Hal tersebut disampaikan oleh Direktur Jenderal Perdagangan Dalam Negeri Kementerian Perdagangan sekaligus Plh Kepala Badan Pengawas Perdagangan Berjangka Komoditi (Bappebti), Isy Karim.
“Diharapkan kebijakan yang akan dijalankan dapat diimplementasikan dengan mempertimbangkan kontrak jangka panjang (long term contract) dan mudah dalam pelaksanaannya.
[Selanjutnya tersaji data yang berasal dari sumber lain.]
package chem

import (
	"errors"
	"fmt"
	"strings"
)

// Kinds of refusal of a reaction to be balanced, for errors.Is.
var (
	// ErrNoBalance: no set of coefficients balances the reaction.
	ErrNoBalance = errors.New("no way to balance")
	// ErrSeveralBalances: the species hold more than one independent reaction.
	ErrSeveralBalances = errors.New("several independent ways to balance")
	// ErrWrongSide: it balances only with a species on the other side or left out.
	ErrWrongSide = errors.New("balances only with a species moved")
)

// BalanceError says why a reaction has no one balanced form.
type BalanceError struct {
	Equation Equation // as given
	What     string
	Wanted   string
	// Ways are independent balanced reactions that together span all others;
	// only with ErrSeveralBalances. Species keep their sides where that can be.
	Ways  []Equation
	Cause error
}

func (e *BalanceError) Error() string {
	s := fmt.Sprintf("balancing %q: %s", e.Equation, e.What)
	for i, way := range e.Ways {
		s += fmt.Sprintf(" (%d) %s", i+1, way)
	}
	if e.Wanted != "" {
		s += "; " + e.Wanted
	}
	return s
}

// Unwrap returns the kind.
func (e *BalanceError) Unwrap() error { return e.Cause }

// Balance returns the equation with the smallest whole coefficients that balance
// every element and the charge, whatever coefficients it came with. The
// coefficients are the null space of the matrix of atom counts (reactants
// positive, products negative, one line more for the charge), found by exact
// arithmetic.
//
// A reaction that can't balance, that balances only with a species moved or
// dropped, or that holds several independent reactions is refused with a
// *BalanceError; of several the caller has to choose.
func Balance(e Equation) (Equation, error) {
	matrix, kinds := e.matrix()
	basis := nullSpace(matrix, len(e.Left)+len(e.Right))
	switch {
	case len(basis) == 0:
		return Equation{}, e.noBalance(kinds)
	case len(basis) > 1:
		return Equation{}, e.severalBalances(basis)
	}
	for j, c := range basis[0] {
		if c <= 0 {
			return Equation{}, e.wrongSide(j, c)
		}
	}
	return e.with(basis[0]), nil
}

// with returns the equation with the coefficients given in the order of species.
func (e Equation) with(coefficients []int64) Equation {
	b := Equation{Left: append([]Term(nil), e.Left...), Right: append([]Term(nil), e.Right...)}
	for j := range b.Left {
		b.Left[j].Coefficient = coefficients[j]
	}
	for j := range b.Right {
		b.Right[j].Coefficient = coefficients[len(b.Left)+j]
	}
	return b
}

// way returns one vector of the null space as a reaction, moving what is
// negative to the other side and leaving out what is nought.
func (e Equation) way(coefficients []int64) Equation {
	var w Equation
	for j, c := range coefficients {
		term := e.term(j)
		onLeft := j < len(e.Left)
		if c < 0 {
			c, onLeft = -c, !onLeft
		}
		term.Coefficient = c
		switch {
		case c == 0:
		case onLeft:
			w.Left = append(w.Left, term)
		default:
			w.Right = append(w.Right, term)
		}
	}
	return w
}

func (e Equation) term(j int) Term {
	if j < len(e.Left) {
		return e.Left[j]
	}
	return e.Right[j-len(e.Left)]
}

func (e Equation) noBalance(kinds []string) error {
	for i, line := range e.lines() {
		onLeft, onRight := false, false
		for j, n := range line {
			onLeft = onLeft || n != 0 && j < len(e.Left)
			onRight = onRight || n != 0 && j >= len(e.Left)
		}
		if onLeft != onRight && kinds[i] != chargeLine {
			return &BalanceError{Equation: e, What: "no coefficients do it: " + kinds[i] + " stands on one side only",
				Wanted: "add the species that takes it up or gives it", Cause: ErrNoBalance}
		}
	}
	return &BalanceError{Equation: e, What: "no coefficients balance every element and the charge",
		Wanted: "check the formulas, or add water, acid, base or electrons", Cause: ErrNoBalance}
}

func (e Equation) severalBalances(basis [][]int64) error {
	ways := make([]Equation, len(basis))
	for i, v := range plainWays(basis) {
		ways[i] = e.way(v)
	}
	return &BalanceError{Equation: e, What: fmt.Sprintf("%d independent reactions are mixed in it:", len(basis)),
		Wanted: "balance one at a time, or give the coefficients", Ways: ways, Cause: ErrSeveralBalances}
}

func (e Equation) wrongSide(j int, c int64) error {
	species := e.term(j).Species
	what, wanted := species+" would have to change sides", "move it"
	if c == 0 {
		what, wanted = species+" takes no part", "leave it out"
	}
	return &BalanceError{Equation: e, What: what, Wanted: wanted, Cause: ErrWrongSide}
}

const chargeLine = "charge"

// lines returns the rows of the matrix alone.
func (e Equation) lines() [][]int64 {
	matrix, _ := e.matrix()
	return matrix
}

// matrix returns one row of whole numbers for each element or nuclide and one for
// the charge, and what each row stands for. Columns are the species in order,
// products with the sign turned. A row with fractional counts is multiplied
// through by their common denominator.
func (e Equation) matrix() ([][]int64, []string) {
	width := len(e.Left) + len(e.Right)
	var kinds []atom
	for j := range width {
		for _, a := range e.term(j).Formula.atoms {
			if indexOfKind(kinds, a) < 0 {
				kinds = append(kinds, a)
			}
		}
	}
	cells := make([]int64, (len(kinds)+1)*width)
	matrix, names := make([][]int64, 0, len(kinds)+1), make([]string, 0, len(kinds)+1)
	for i, kind := range kinds {
		line := cells[i*width : (i+1)*width]
		e.fillLine(line, kind)
		matrix, names = append(matrix, line), append(names, kind.symbol())
	}
	line := cells[len(kinds)*width:]
	charged := false
	for j := range line {
		if line[j] = e.sign(j) * int64(e.term(j).Formula.charge); line[j] != 0 {
			charged = true
		}
	}
	if charged {
		matrix, names = append(matrix, line), append(names, chargeLine)
	}
	return matrix, names
}

func (e Equation) sign(j int) int64 {
	if j < len(e.Left) {
		return 1
	}
	return -1
}

func (e Equation) fillLine(line []int64, kind atom) {
	scale := int64(1)
	for j := range line {
		if r, ok := e.term(j).Formula.countOf(kind); ok {
			scale = scale / gcd(scale, r.den) * r.den
		}
	}
	for j := range line {
		if r, ok := e.term(j).Formula.countOf(kind); ok {
			line[j] = e.sign(j) * r.num * (scale / r.den)
		}
	}
}

func (f Formula) countOf(kind atom) (ratio, bool) {
	if i := indexOfKind(f.atoms, kind); i >= 0 {
		return f.atoms[i].count, true
	}
	return ratio{}, false
}

func indexOfKind(atoms []atom, kind atom) int {
	for i, a := range atoms {
		if a.z == kind.z && a.a == kind.a {
			return i
		}
	}
	return -1
}

// Species returns the species in the order written, left side first.
func (e Equation) Species() []string {
	var names []string
	for j := range len(e.Left) + len(e.Right) {
		names = append(names, strings.TrimSpace(e.term(j).Species))
	}
	return names
}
Selanjutnya, diperlukan pelatihan dan sosialisasi terkait tata cara serta mekanisme ekspor melalui bursa berjangka kepada pelaku usaha,” kata dia dalam keterangan resminya, Kamis (29/6).
Menurut Isy, pembentukan bursa berjangka untuk ekspor CPO sudah searah dengan amanah Undang-undang (UU) Nomor 32 tahun 1997 sebagaimana diamandemen menjadi UU Nomor 10 Tahun 2011 tentang Perdagangan Berjangka Komoditi (PBK).
Hanya CPO tertentu yang masuk ke dalam bursa
Direktur Ekspor Produk Pertanian dan Kehutanan, Ditjen Perdagangan Luar Negeri, Farid Amir, mengatakan kebijakan ekspor melalui bursa berjangka komoditi hanya akan mengatur CPO dengan kode HS15111000.
Kebijakan tersebut tidak berlaku untuk produk turunan dari CPO dengan kode tersebut. Menurut Amir, produk CPO dengan kode HS15111000 dipilih lantaran volumenya tidak terlalu besar sehingga tidak menimbulkan guncangan besar saat diimplementasikan.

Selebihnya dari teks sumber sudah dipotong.